Compare Distributions
A grain processor has two corn crops with aflatoxin levels below 20 parts per billion and are safe for human consumption. However, because aflatoxin varies widely across yields, he wants to compare the levels of aflatoxin in each of the yields. This example uses the file aflatoxin20.sav . Use the two-sample Kolmogorov-Smirnov test to determine whether the distribution of aflatoxin differs significantly between the two safe yields.
Related Procedures
You should use the Mann-Whitney test when you want to test for differences between two groups but you are testing an ordinal variable or you have a scale variable that in some other ways does not conform to the assumptions of the independent-samples t test.
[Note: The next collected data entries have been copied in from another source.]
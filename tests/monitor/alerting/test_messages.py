"""Email text: alert changes and sign-up confirmations name the level, the framework and the caution."""

from __future__ import annotations

import datetime as dt
import html.parser

import pytest

from monitor.alerting.caution import CAUTION
from monitor.alerting.frameworks import FRAMEWORKS
from monitor.alerting.messages import render_alert, render_confirmation
from monitor.alerting.subscriptions import Subscriber
from monitor.config import parse_config

T0 = dt.datetime(2026, 8, 1, 7, 0, tzinfo=dt.UTC)


def make_config(tmp_path):
    return parse_config({
        "service": {"database": f"sqlite:///{tmp_path / 'messages.sqlite'}", "base_url": "http://bloomline.test"},
        "water_bodies": [{"id": "hollin", "name": "Hollin Mere", "use": "drinking-water",
                          "basins": [{"id": "arm", "name": "Reed Arm", "volume_m3": 1e6, "mean_depth_m": 4.0,
                                      "area_m2": 2.5e5}]}],
    })


def subscriber(min_level=1, active=True):
    return Subscriber(id=1, name="Gil", email="gil@hollin.example", water_body_id="hollin", min_level=min_level,
                      origin="web", token="tok123", active=active)


def test_alert_email_names_level_framework_probability_and_carries_the_caution(tmp_path):
    wb = make_config(tmp_path).water_body("hollin")
    event = dict(water_body_id="hollin", basin_id="arm", time_utc=T0, from_level=0, to_level=1,
                 probability=0.72, observed_ugL=0.6, reason="")
    email = render_alert(wb, event, base_url="http://bloomline.test")
    subject, body = email.subject, email.text
    # WHO (1999) drinking-water Alert Level 1 at 1 µg/L chlorophyll-a (Chorus & Bartram 1999) [verified]
    assert subject == "Bloomline alert: Reed Arm, Hollin Mere raised to Alert Level 1 (1 µg/L)"
    assert "72 %" in body and "0.60 µg/L" in body
    assert "WHO alert levels for drinking-water sources (1999)" in body
    assert CAUTION in body
    assert "http://bloomline.test/water-bodies/hollin" in body


def test_cleared_email_says_no_alert_level_forecast_and_never_safe(tmp_path):
    wb = make_config(tmp_path).water_body("hollin")
    event = dict(water_body_id="hollin", basin_id="arm", time_utc=T0, from_level=1, to_level=0,
                 probability=0.1, observed_ugL=None, reason="")
    email = render_alert(wb, event, base_url="http://bloomline.test")
    subject, body = email.subject, email.text
    assert "cleared" in subject and "no alert level forecast" in subject
    assert "not a safety clearance" in body and CAUTION in body
    assert "is safe" not in body.lower()


def test_a_raise_from_level_zero_names_both_levels_and_the_unsubscribe_link(tmp_path):
    wb = make_config(tmp_path).water_body("hollin")
    event = dict(water_body_id="hollin", basin_id="arm", time_utc=T0, from_level=0, to_level=2,
                 probability=0.55, observed_ugL=None, reason="")
    email = render_alert(wb, event, base_url="http://bloomline.test/", subscriber=subscriber(2))
    subject, body = email.subject, email.text
    # WHO (1999) drinking-water Alert Level 2 at 50 µg/L (Chorus & Bartram 1999; from memory)
    assert subject == "Bloomline alert: Reed Arm, Hollin Mere raised to Alert Level 2 (50 µg/L)"
    assert body.startswith("The alert level for Reed Arm, Hollin Mere has been raised from "
                           "no alert level forecast to Alert Level 2 (50 µg/L): ")
    assert "gil@hollin.example is subscribed to alerts for Hollin Mere at Alert Level 2 (50 µg/L) and above" in body
    assert "http://bloomline.test/unsubscribe/tok123" in body


def test_a_lowering_says_which_level_still_applies(tmp_path):
    wb = make_config(tmp_path).water_body("hollin")
    event = dict(water_body_id="hollin", basin_id="arm", time_utc=T0, from_level=2, to_level=1,
                 probability=0.2, observed_ugL=3.0, reason="")
    email = render_alert(wb, event, base_url="http://bloomline.test")
    subject, body = email.subject, email.text
    assert subject == "Bloomline: Reed Arm, Hollin Mere lowered to Alert Level 1 (1 µg/L)"
    assert "Alert Level 1 (1 µg/L) still applies." in body


def test_confirmation_email_links_the_token_and_carries_the_caution(tmp_path):
    wb = make_config(tmp_path).water_body("hollin")
    email = render_confirmation(wb, subscriber(1, active=False), base_url="http://bloomline.test")
    subject, body = email.subject, email.text
    assert subject == "Bloomline: confirm your alert subscription for Hollin Mere"
    assert "at Alert Level 1 (1 µg/L) and above" in body
    assert "http://bloomline.test/subscribe/confirm/tok123" in body and CAUTION in body


class _Text(html.parser.HTMLParser):
    """The visible text and the link targets of an HTML body (an independent reading of it)."""

    def __init__(self):
        super().__init__()
        self.text: list[str] = []
        self.links: list[str] = []

    def handle_data(self, data):
        self.text.append(data)

    def handle_starttag(self, tag, attrs):
        if tag == "a":
            self.links.append(dict(attrs)["href"])


def _read_html(markup: str) -> tuple[str, list[str]]:
    parser = _Text()
    parser.feed(markup)
    return " ".join("".join(parser.text).split()), parser.links


def test_alert_email_html_says_what_the_text_says_with_the_caution_and_links(tmp_path):
    wb = make_config(tmp_path).water_body("hollin")
    event = dict(water_body_id="hollin", basin_id="arm", time_utc=T0, from_level=0, to_level=1,
                 probability=0.72, observed_ugL=0.6, reason="")
    email = render_alert(wb, event, base_url="http://bloomline.test", subscriber=subscriber(1))
    text, links = _read_html(email.html)
    assert " ".join(CAUTION.split()) in text
    assert "raised from no alert level forecast to Alert Level 1 (1 µg/L)" in text and "72 %" in text
    assert links == ["http://bloomline.test/water-bodies/hollin", "http://bloomline.test/unsubscribe/tok123"]
    assert email.unsubscribe_url == "http://bloomline.test/unsubscribe/tok123"


def test_html_body_escapes_names_from_the_configuration(tmp_path):
    cfg = make_config(tmp_path)
    wb = cfg.water_body("hollin")
    from dataclasses import replace

    wb = replace(wb, name="Hollin <b>Mere</b> & Co")
    event = dict(water_body_id="hollin", basin_id="arm", time_utc=T0, from_level=0, to_level=1,
                 probability=0.72, observed_ugL=None, reason="")
    email = render_alert(wb, event, base_url="http://bloomline.test")
    assert "<b>Mere</b>" not in email.html and "Hollin &lt;b&gt;Mere&lt;/b&gt; &amp; Co" in email.html


def test_links_start_at_the_configured_base_url(tmp_path):
    wb = make_config(tmp_path).water_body("hollin")
    event = dict(water_body_id="hollin", basin_id="arm", time_utc=T0, from_level=0, to_level=1,
                 probability=0.72, observed_ugL=None, reason="")
    email = render_alert(wb, event, base_url="https://lakes.example.org/bloomline/", subscriber=subscriber(1))
    assert "https://lakes.example.org/bloomline/water-bodies/hollin" in email.text
    assert email.unsubscribe_url == "https://lakes.example.org/bloomline/unsubscribe/tok123"
    assert "8050" not in email.text + email.html


@pytest.mark.parametrize("framework", sorted(FRAMEWORKS))
def test_public_text_carries_no_internal_notes(tmp_path, framework):
    cfg = parse_config({
        "service": {"database": f"sqlite:///{tmp_path / 'm.sqlite'}", "base_url": "http://bloomline.test"},
        "water_bodies": [{"id": "hollin", "name": "Hollin Mere", "use": "drinking-water",
                          "alerts": {"framework": framework},
                          "basins": [{"id": "arm", "name": "Reed Arm", "volume_m3": 1e6, "mean_depth_m": 4.0,
                                      "area_m2": 2.5e5}]}],
    })
    wb = cfg.water_body("hollin")
    for to_level, from_level in ((1, 0), (0, 1), (2, 0), (1, 2)):
        event = dict(water_body_id="hollin", basin_id="arm", time_utc=T0, from_level=from_level,
                     to_level=to_level, probability=0.5, observed_ugL=1.0, reason="")
        email = render_alert(wb, event, base_url="http://bloomline.test", subscriber=subscriber(1))
        for part in (email.subject, email.text, email.html):
            assert "memory" not in part.lower() and "docs/references" not in part
    assert FRAMEWORKS[framework].source in render_alert(wb, event, base_url="http://b.test").text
The Mann-Whitney and Wilcoxon tests assume that the variable you are testing is at least ordinal and that its distribution is similar in both groups. You can use the two-sample Kolmogorov-Smirnov test to validate the assumption of similar distributions. The two-sample Kolmogorov-Smirnov test tests the null hypothesis that two samples have the same distribution. It's a very flexible test because no specific shape is assumed for the underlying distribution. However, because the test makes no assumptions, it is sensitive to differences in both location and scale. You may want to center the test variable if you are not interested in location differences; additionally, you may want to standardize the test variable to remove both location and scale. You can alternatively use the Crosstabs procedure to test for differences between two or more groups of an ordinal or nominal variable. If your test variable passes the stricter conditions of the two-sample t test, you can use the Independent-Samples T Test procedure. If your grouping variable has more than two groups, try the Tests for Several Independent Samples Tests procedure. If the samples defined by your grouping variable are not independent, try the TwoRelated-Samples Tests procedure.